[Items from a data source]
══════════

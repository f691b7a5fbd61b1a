import { fileURLToPath } from 'node:url';
import { defineConfig } from 'vitest/config';

const console = './tests/setup/console.ts';
const resolve = { alias: { '~': fileURLToPath(new URL('./src', import.meta.url)) } };

export default defineConfig({
  resolve,
  test: {
    maxWorkers: 2,
    projects: [
      {
        resolve,
        test: {
          name: 'unit',
          include: ['tests/unit/**/*.test.{ts,tsx}'],
          setupFiles: [console],
          testTimeout: 60_000,
        },
      },
      {
        resolve,
        test: {
          name: 'reference',
          include: ['tests/reference/**/*.test.ts'],
          setupFiles: [console],
          testTimeout: 60_000,
        },
      },
      {
        resolve,
        test: {
          name: 'server',
          include: ['tests/server/**/*.test.ts'],
          globalSetup: ['./tests/server/setup/mariadb.ts'],
          setupFiles: ['./tests/server/setup/environment.ts', console],
          testTimeout: 30_000,
          hookTimeout: 30_000,
        },
      },
    ],
  },
});
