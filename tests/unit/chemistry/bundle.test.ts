/** What the engine costs a browser: at most 25 kB (Brotli) with its data, and nothing of the prep room in it. */
import { brotliCompressSync } from 'node:zlib';
import { fileURLToPath } from 'node:url';
import { build } from 'esbuild';
import { expect, test } from 'vitest';

test('the whole engine stays within 25 kB and outside the prep room', async () => {
  const { outputFiles, metafile } = await build({
    entryPoints: [fileURLToPath(new URL('../../../src/chemistry/index.ts', import.meta.url))],
    bundle: true,
    minify: true,
    format: 'esm',
    write: false,
    metafile: true,
  });
  expect(brotliCompressSync(outputFiles[0]!.contents).length).toBeLessThan(25_000);
  const files = Object.keys(metafile.inputs);
  expect(files.some((file) => file.endsWith('chemistry/solver.ts'))).toBe(true);
  expect(files.filter((file) => /chemistry\/(data|preparation)\//.test(file))).toEqual([]);
});
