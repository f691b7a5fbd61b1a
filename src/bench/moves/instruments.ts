/** Moves of the hand-held pH meter: dip, lift, rinse, calibrate. */
import { fitOf, rawReading } from '../meter.ts';
import { join, sealed, take } from '../liquid.ts';
import type { Scene } from '../types.ts';
import {
  FILM_NL,
  findVessel,
  mixed,
  nameOf,
  settle,
  unknownThing,
  volumeOf,
  whole,
  withVessel,
} from './hands.ts';
import { define, refuse, type Situation } from './kinds.ts';

const noMeter = (at: Situation) =>
  at.spec.instruments?.meter ? null : refuse('no-probe', 'There is no hand-held pH meter on this bench.');

/** Lifted out of a liquid, the probe takes a film of it along. */
function lifted(at: Situation, scene: Scene): Scene {
  const { at: id } = scene.probe;
  const vessel = id === null ? undefined : scene.vessels[id];
  if (id === null || !vessel) return scene;
  const spec = at.spec.vessels.find((v) => v.id === id);
  const all = whole(vessel);
  const { taken, left } = take(all, Math.min(FILM_NL, all.volume_nL));
  const next = spec ? withVessel(scene, id, { liquid: settle(vessel, spec, left), layer: null }) : scene;
  return {
    ...next,
    probe: {
      ...scene.probe,
      at: null,
      carried: null,
      film: taken.volume_nL > 0 ? sealed(taken, at.spec.model) : null,
    },
  };
}

export const dipProbe = define<'dipProbe'>({
  kind: 'dipProbe',
  name: 'Dip the probe',
  label: 'Puts the pH probe into a vessel; a film of its last liquid goes with it unless it was rinsed.',
  key: 'h',
  fields: { vessel: 'vessel' },
  handlesLiquid: true,
  delivers: false,
  offered: (spec) => spec.instruments?.meter !== undefined,
  check: (at, m) => {
    const none = noMeter(at);
    if (none) return none;
    const found = findVessel(at, m.vessel);
    if (!found) return unknownThing(m.vessel);
    const { glass, spec, state } = found;
    if (glass.family === 'burette' || glass.family === 'pipette' || glass.family === 'volumetric') {
      return refuse('wrong-vessel', `The probe does not go into ${spec.label}. Pour some into a beaker.`);
    }
    if (state.stoppered)
      return refuse('stoppered', `${spec.label} is stoppered. Take the stopper off first.`);
    if (at.scene.probe.at === m.vessel)
      return refuse('already-so', `The probe stands in ${spec.label} already.`);
    if (volumeOf(state) <= FILM_NL)
      return refuse('vessel-empty', `${spec.label} is empty. Pour something into it first.`);
    const film = at.scene.probe.film;
    return film && volumeOf(state) + film.volume_nL > glass.capacity_mL * 1e6
      ? refuse('overflow', `${spec.label} is full to the brim. Take some out before you dip the probe.`)
      : null;
  },
  perform: (at, m) => {
    const scene = lifted(at, at.scene);
    const vessel = scene.vessels[m.vessel];
    const spec = at.spec.vessels.find((v) => v.id === m.vessel);
    if (!vessel || !spec) throw new Error(`no vessel ${m.vessel}`);
    const { film } = scene.probe;
    const wetted = film
      ? withVessel(scene, m.vessel, { liquid: settle(vessel, spec, join(vessel.liquid, film)) })
      : scene;
    const next = { ...wetted, probe: { ...wetted.probe, at: m.vessel, film: null, carried: film } };
    return { scene: vessel.stirring ? mixed(at, next, m.vessel) : next, notices: [] };
  },
  tell: (at, m) => `probe into ${nameOf(at, m.vessel)}`,
});

export const liftProbe = define<'liftProbe'>({
  kind: 'liftProbe',
  name: 'Lift the probe',
  label: 'Takes the pH probe out and hangs it on its clip, wet.',
  key: 'j',
  fields: {},
  handlesLiquid: true,
  delivers: false,
  offered: (spec) => spec.instruments?.meter !== undefined,
  check: (at) =>
    noMeter(at) ??
    (at.scene.probe.at === null ? refuse('already-so', 'The probe hangs on its clip already.') : null),
  perform: (at) => ({ scene: lifted(at, at.scene), notices: [] }),
  tell: () => 'probe lifted',
});

export const rinseProbe = define<'rinseProbe'>({
  kind: 'rinseProbe',
  name: 'Rinse the probe',
  label: 'Rinses the lifted probe with water over the waste.',
  key: 'n',
  fields: {},
  handlesLiquid: true,
  delivers: false,
  offered: (spec) => spec.instruments?.meter !== undefined,
  check: (at) =>
    noMeter(at) ??
    (at.scene.probe.at !== null
      ? refuse('wrong-vessel', 'Lift the probe first; rinse it over the waste.')
      : at.scene.probe.film === null
        ? refuse('already-so', 'The probe is clean.')
        : null),
  perform: (at) => {
    const { probe, waste } = at.scene;
    return {
      scene: {
        ...at.scene,
        waste: probe.film ? join(waste, probe.film) : waste,
        probe: { ...probe, film: null },
      },
      notices: [],
    };
  },
  tell: () => 'probe rinsed',
});

/** Further from the standard than this, the meter does not believe that it stands in it. */
const MAX_OFF = 1;

export const calibrate = define<'calibrate'>({
  kind: 'calibrate',
  name: 'Calibrate',
  label: 'Tells the meter the pH of the standard that the probe stands in.',
  key: 'a',
  fields: { value_pH: 'pH' },
  handlesLiquid: false,
  delivers: false,
  offered: (spec) => spec.instruments?.meter?.calibration === 'ask',
  check: (at, m) => {
    const none = noMeter(at);
    if (none) return none;
    if (at.spec.instruments?.meter?.calibration !== 'ask')
      return refuse('already-so', 'This meter is calibrated already.');
    const standards = at.spec.shelf.flatMap((s) => (s.standard_pH === undefined ? [] : [s.standard_pH]));
    if (!standards.includes(m.value_pH)) {
      return refuse(
        'bad-value',
        `Choose the pH printed on a standard: ${standards.map((v) => v.toFixed(2)).join(' or ')}.`,
      );
    }
    const raw = rawReading(at);
    if (raw === null) return refuse('no-probe', 'Put the probe into a standard first.');
    return Math.abs(raw - m.value_pH) > MAX_OFF
      ? refuse(
          'calibration-failed',
          `The meter can't take ${m.value_pH.toFixed(2)} here: its probe gives ${raw.toFixed(2)}. Is this the right standard? Rinse the probe and try again.`,
        )
      : null;
  },
  perform: (at, m) => {
    const { probe } = at.scene;
    const point = { value_pH: m.value_pH, raw_pH: rawReading(at) ?? m.value_pH };
    const others = probe.points.filter((p) => p.value_pH !== m.value_pH).slice(-1);
    const points = [...others, point];
    const done = fitOf(points).calibrated;
    return {
      scene: { ...at.scene, probe: { ...probe, points } },
      notices: [
        {
          kind: 'said',
          sentence: done
            ? 'Two standards are set: the meter is calibrated.'
            : `The meter took ${m.value_pH.toFixed(2)}. Rinse the probe and set a second standard.`,
        },
      ],
    };
  },
  tell: (_at, m) => `meter set to ${m.value_pH.toFixed(2)}`,
});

══════════

→ **ASSIGNMENT**
Taking the records above, retype every line from the one with "export const calibrate" down to the one with "return refuse('already-so', 'This", exactly and with nothing else.

→ **REPLY**
export const calibrate = define<'calibrate'>({
  kind: 'calibrate',
  name: 'Calibrate',
  label: 'Tells the meter the pH of the standard that the probe stands in.',
  key: 'a',
  fields: { value_pH: 'pH' },
  handlesLiquid: false,
  delivers: false,
  offered: (spec) => spec.instruments?.meter?.calibration === 'ask',
  check: (at, m) => {
    const none = noMeter(at);
    if (none) return none;
    if (at.spec.instruments?.meter?.calibration !== 'ask')
      return refuse('already-so', 'This meter is calibrated already.');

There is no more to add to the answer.